(Beginning of Records)

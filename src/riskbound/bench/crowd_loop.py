"""`riskbound bench crowdloop`: the closed loop on a synthetic crowd without ROS, for offline tuning.

    riskbound bench crowdloop [--params-file F] [--scenario S] [--seeds 7 ...] [--start-s 1 4 ...]
                              [--set NAME=VALUE ...] [--tracker-set NAME=VALUE ...] [--out DIR]

For every crowd seed and robot start time one crossing: the scenario's social-force crowd is
simulated and reported by the synthetic detector exactly as `riskbound crowd SCENARIO --seed N`
does (seed 7 of config/crowd_courtyard_40.yaml is the committed test bag), the tracker
(riskbound.tracking) forecasts it, the planner core plans on the tracker's newest forecast, and a
simulated robot follows the command for one control period in 50 Hz steps. A cycle without a plan
sends no command and the robot brakes at its acceleration limit, as under the watchdog's stop. The
robot leaves `--start-s` seconds into the recording, after one second of tracking, from the
scenario's robot_start towards its robot_goal.

Ground truth is checked at every frame: a contact is the robot's disc (the planner's
robot_radius_m) overlapping a walker's disc (the scenario's walker_radius_m), the same test as
`riskbound closedloop`. Parameters come from the planner, tracker and sim_robot sections of a ROS
parameter file (default config/drone_closed_loop.yaml); --set and --tracker-set override them.

What it leaves out: message latency. The ROS graph hands the planner a forecast up to one control
period old; here it is always fresh, so the closed loop through `riskbound closedloop` is the
judge, and this command is for comparing settings quickly (about 10 s per crossing).

Prints one line per crossing and a summary, writes DIR/crowdloop.json and DIR/crowdloop_clearance.png
(clearance over time, one line per crossing). Exit status 0, or 2 for bad options.
"""

import json
import sys
import time
from dataclasses import fields
from pathlib import Path

import numpy as np
import yaml

from riskbound.planning.settings import PlannerSettings

DEFAULT_PARAMS = "config/drone_closed_loop.yaml"
DEFAULT_SCENARIO = "config/crowd_courtyard_40.yaml"
FRAME_RATE_HZ = 10.0   # the crowd recording rate and the control rate of the loop
ROBOT_SUBSTEPS = 5     # simulated-robot steps per control period (50 Hz, as the sim_robot node)
TRACKING_LEAD_S = 1.0  # tracking before the robot leaves, so that the walkers around it are confirmed
GOAL_TOLERANCE_M = 0.3
EXIT_USAGE = 2


def add_arguments(parser):
    parser.add_argument("--params-file", default=None, help=f"ROS parameter file (default {DEFAULT_PARAMS})")
    parser.add_argument("--scenario", default=None, help=f"crowd scenario (default {DEFAULT_SCENARIO})")
    parser.add_argument("--seeds", type=int, nargs="+", default=[7], help="crowd seeds (as riskbound crowd --seed)")
    parser.add_argument("--start-s", type=float, nargs="+", default=[1.0, 4.0, 8.0, 12.0],
                        help="robot start times into the recording, ≥ 1 s (tracking comes first) [s]")
    parser.add_argument("--duration-s", type=float, default=60.0, help="crowd recording length [s]")
    parser.add_argument("--set", nargs="*", default=[], metavar="NAME=VALUE", help="planner setting overrides")
    parser.add_argument("--tracker-set", nargs="*", default=[], metavar="NAME=VALUE",
                        help="tracker setting overrides")
    parser.add_argument("--out", default="out/bench", help="directory for crowdloop.json and crowdloop_clearance.png")


def _overrides(items, option):
    values = {}
    for item in items:
        name, separator, text = item.partition("=")
        if not separator or not name:
            raise ValueError(f"{option} {item!r}: expected NAME=VALUE")
        values[name] = yaml.safe_load(text)
    return values


def load_settings(params_file, planner_overrides, tracker_overrides):
    """(PlannerSettings, TrackerSettings, simulated-robot max acceleration) from a parameter file."""
    from riskbound.closed_loop import read_parameter_file
    from riskbound.tracking.settings import TrackerSettings

    sections = read_parameter_file(params_file)
    planner_names = {f.name for f in fields(PlannerSettings)}
    tracker_names = {f.name for f in fields(TrackerSettings)}
    for name in planner_overrides:
        if name not in planner_names:
            raise ValueError(f"--set {name}: not a planner setting")
    for name in tracker_overrides:
        if name not in tracker_names:
            raise ValueError(f"--tracker-set {name}: not a tracker setting")
    planner = {k: v for k, v in sections.get("planner", {}).items() if k in planner_names}
    planner = PlannerSettings(**dict(planner, **planner_overrides))
    tracker = {k: v for k, v in sections.get("tracker", {}).items() if k in tracker_names}
    tracker.update(tracker_overrides)
    tracker.update(forecast_steps=planner.horizon_steps, forecast_step_s=planner.step_s)  # the planner's grid
    tracker = TrackerSettings(**tracker)
    max_accel = float(sections.get("sim_robot", {}).get("max_accel_mps2", planner.max_accel_mps2))
    return planner, tracker, max_accel


def crowd_frames(scenario_path, seed, duration_s):
    """(scenario, frames, detections): the crowd and detector output of `riskbound crowd --seed`."""
    from riskbound.crowd.record import seeded_generators
    from riskbound.crowd.scenario import load_scenario
    from riskbound.crowd.sensor import DetectorModel
    from riskbound.crowd.simulate import simulate

    scenario = load_scenario(scenario_path)
    if scenario.robot_start is None or scenario.robot_goal is None:
        raise ValueError(f"{scenario_path}: needs robot_start and robot_goal for a crossing")
    crowd_rng, rng = seeded_generators(seed)
    run = simulate(scenario, crowd_rng, duration_s=duration_s, rate_hz=FRAME_RATE_HZ)
    detector, bounds = DetectorModel(), scenario.bounds()
    detections = [detector.detect(frame.positions, frame.headings, bounds, rng)[0:2] for frame in run.frames]
    return scenario, run.frames, detections


def crossing(planner, tracker_settings, max_accel, scenario, frames, detections, start_s, mpc):
    """One crossing from start_s into the recording. Returns a dict of figures and the clearance series."""
    from riskbound.motion.forecast import ObstacleForecast
    from riskbound.motion.simulated_robot import SimRobotSettings, SimulatedRobot
    from riskbound.tracking.tracker import MultiTargetTracker

    start, goal = np.asarray(scenario.robot_start, float), np.asarray(scenario.robot_goal, float)
    robot = SimulatedRobot(SimRobotSettings(robot_model=planner.robot_model, initial_x=float(start[0]),
                                            initial_y=float(start[1]), max_accel_mps2=max_accel))
    tracker = MultiTargetTracker(tracker_settings)
    mpc.reset()
    grid = planner.step_s * np.arange(1, planner.horizon_steps + 1)
    period = 1.0 / FRAME_RATE_HZ
    # Odometry covariance: 0.02 m position and 0.02 m/s velocity std, the sim_robot node's pose_std_m
    # and twist_std_mps in config/drone_closed_loop.yaml.
    P0 = np.diag([0.02**2, 0.02**2, 0.02**2, 0.02**2])
    first = int(round((start_s - TRACKING_LEAD_S) * FRAME_RATE_HZ))
    leave = int(round(start_s * FRAME_RATE_HZ))
    if first < 0 or leave >= len(frames):
        raise ValueError(f"--start-s {start_s}: must be in [{TRACKING_LEAD_S}, {(len(frames) - 1) / FRAME_RATE_HZ}] "
                         f"s (one second of tracking comes first)")
    times, clearance, solve_ms, statuses = [], [], [], {}
    reached_s = None
    for k in range(first, len(frames)):
        frame = frames[k]
        positions, headings = detections[k]
        tracker.process(frame.time_s, positions, headings)
        if k < leave:
            continue
        x0 = robot.state.copy()
        gaps = np.linalg.norm(frame.positions - x0[0:2], axis=1) - planner.robot_radius_m - scenario.walker_radius_m
        times.append(frame.time_s - frames[leave].time_s)
        clearance.append(float(gaps.min()) if len(gaps) else float("inf"))
        if np.linalg.norm(goal - x0[0:2]) <= GOAL_TOLERANCE_M:
            reached_s = times[-1]
            break
        forecast = tracker.forecast().resampled(grid)
        forecast = ObstacleForecast(forecast.track_ids, grid, forecast.positions, forecast.headings,
                                    forecast.covariances, forecast.half_extents)
        result = mpc.solve(x0, P0, goal, forecast, elapsed_s=period)
        solve_ms.append(result.solve_ms)
        statuses[result.status] = statuses.get(result.status, 0) + 1
        command = mpc.model.command(result.states, result.inputs, robot.yaw) if result.success else None
        for _ in range(ROBOT_SUBSTEPS):
            robot.step(command, period / ROBOT_SUBSTEPS)
    clearance_arr = np.asarray(clearance)
    figures = {
        "start_s": start_s, "reached_goal": reached_s is not None, "time_to_goal_s": reached_s,
        "contact_frames": int(np.sum(clearance_arr < 0.0)), "min_clearance_m": float(clearance_arr.min()),
        "cycles": len(solve_ms), "statuses": statuses,
        "solve_ms_median": float(np.median(solve_ms)) if solve_ms else None,
        "solve_ms_p95": float(np.percentile(solve_ms, 95)) if solve_ms else None,
    }
    return figures, np.asarray(times), clearance_arr


def _plot(series, path):
    import matplotlib

    matplotlib.use("Agg")
    import matplotlib.pyplot as plt

    figure, axes = plt.subplots(figsize=(9, 4.5))
    for label, times, clearance in series:
        axes.plot(times, clearance, linewidth=1.0, label=label)
    axes.axhline(0.0, color="black", linewidth=1.0)
    axes.set_xlabel("time since the robot left [s]")
    axes.set_ylabel("clearance to the nearest walker [m]\n(disc to disc; below 0: contact)")
    axes.set_title("offline closed loop on the synthetic crowd")
    axes.grid(alpha=0.3)
    if len(series) <= 12:
        axes.legend(fontsize=7, ncol=2)
    figure.tight_layout()
    figure.savefig(path, dpi=110)
    plt.close(figure)


def run(args):
    from riskbound.launching.xml_description import package_share
    from riskbound.planning.mpc import ChanceConstrainedMPC

    root = package_share("riskbound")
    try:
        planner, tracker, max_accel = load_settings(args.params_file or root / DEFAULT_PARAMS,
                                                    _overrides(args.set, "--set"),
                                                    _overrides(args.tracker_set, "--tracker-set"))
        scenario_path = args.scenario or root / DEFAULT_SCENARIO
        if not (np.isfinite(args.duration_s) and args.duration_s > 0.0):
            raise ValueError(f"--duration-s {args.duration_s}: must be > 0")
    except ValueError as error:
        print(f"riskbound bench crowdloop: error: {error}", file=sys.stderr)
        return EXIT_USAGE
    mpc = ChanceConstrainedMPC(planner)
    out = Path(args.out)
    out.mkdir(parents=True, exist_ok=True)
    rows, series = [], []
    total = len(args.seeds) * len(args.start_s)
    started = time.perf_counter()
    for seed in args.seeds:
        try:
            scenario, frames, detections = crowd_frames(scenario_path, seed, args.duration_s)
        except ValueError as error:
            print(f"riskbound bench crowdloop: error: {error}", file=sys.stderr)
            return EXIT_USAGE
        for start_s in args.start_s:
            sys.stderr.write(f"\r[{len(rows) + 1}/{total}] seed {seed}, start {start_s:g} s   ")
            sys.stderr.flush()
            try:
                figures, times, clearance = crossing(planner, tracker, max_accel, scenario, frames, detections,
                                                     start_s, mpc)
            except ValueError as error:
                sys.stderr.write("\n")
                print(f"riskbound bench crowdloop: error: {error}", file=sys.stderr)
                return EXIT_USAGE
            rows.append(dict(figures, seed=seed))
            series.append((f"seed {seed}, start {start_s:g} s", times, clearance))
    sys.stderr.write(f"\rdone in {time.perf_counter() - started:.0f} s{' ' * 40}\n")

    print(f"offline closed loop: {Path(scenario_path).name}, {planner.robot_model}, {planner.horizon_steps} steps, "
          f"risk {planner.risk_level} ({planner.risk_allocation}), infeasible_response {planner.infeasible_response}, "
          f"tracker accel noise {tracker.accel_noise_mps2} m/s²")
    print(f"{'seed':>5} {'start s':>8} {'goal s':>7} {'contact':>8} {'min clear m':>12} {'least viol.':>12} "
          f"{'failed':>7} {'solve ms med/p95':>17}")
    for row in rows:
        failed = sum(n for status, n in row["statuses"].items()
                     if status not in ("solved", "feasible_not_converged", "least_violation"))
        goal = f"{row['time_to_goal_s']:.1f}" if row["reached_goal"] else "—"
        print(f"{row['seed']:>5} {row['start_s']:>8g} {goal:>7} {row['contact_frames']:>8} "
              f"{row['min_clearance_m']:>12.3f} {row['statuses'].get('least_violation', 0):>12} {failed:>7} "
              f"{row['solve_ms_median']:>8.1f}/{row['solve_ms_p95']:<8.1f}")
    clean = sum(r["contact_frames"] == 0 and r["reached_goal"] for r in rows)
    smallest = min(r["min_clearance_m"] for r in rows)
    print(f"{clean} of {len(rows)} crossings reached the goal without contact; smallest clearance {smallest:.3f} m")
    report = {"scenario": str(scenario_path), "planner": {f.name: getattr(planner, f.name) for f in fields(planner)},
              "tracker_accel_noise_mps2": tracker.accel_noise_mps2, "crossings": rows}
    json_path, png_path = out / "crowdloop.json", out / "crowdloop_clearance.png"
    json_path.write_text(json.dumps(report, indent=2) + "\n", encoding="utf-8")
    _plot(series, png_path)
    print(f"wrote {json_path} and {png_path}")
    return 0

(End of Records)

:: Exercise details ::
Lines from the first one above through the line containing "What it leaves" are to be retyped exactly, both included, and nothing more.

:: Response to the task ::
filename src/riskbound/bench/crowd_loop.py
"""`riskbound bench crowdloop`: the closed loop on a synthetic crowd without ROS, for offline tuning.

    riskbound bench crowdloop [--params-file F] [--scenario S] [--seeds 7 ...] [--start-s 1 4 ...]
                              [--set NAME=VALUE ...] [--tracker-set NAME=VALUE ...] [--out DIR]

For every crowd seed and robot start time one crossing: the scenario's social-force crowd is
simulated and reported by the synthetic detector exactly as `riskbound crowd SCENARIO --seed N`
does (seed 7 of config/crowd_courtyard_40.yaml is the committed test bag), the tracker
(riskbound.tracking) forecasts it, the planner core plans on the tracker's newest forecast, and a
simulated robot follows the command for one control period in 50 Hz steps. A cycle without a plan
sends no command and the robot brakes at its acceleration limit, as under the watchdog's stop. The
robot leaves `--start-s` seconds into the recording, after one second of tracking, from the
scenario's robot_start towards its robot_goal.

Ground truth is checked at every frame: a contact is the robot's disc (the planner's
robot_radius_m) overlapping a walker's disc (the scenario's walker_radius_m), the same test as
`riskbound closedloop`. Parameters come from the planner, tracker and sim_robot sections of a ROS
parameter file (default config/drone_closed_loop.yaml); --set and --tracker-set override them.

What it leaves out: message latency. The ROS graph hands the planner a forecast up to one control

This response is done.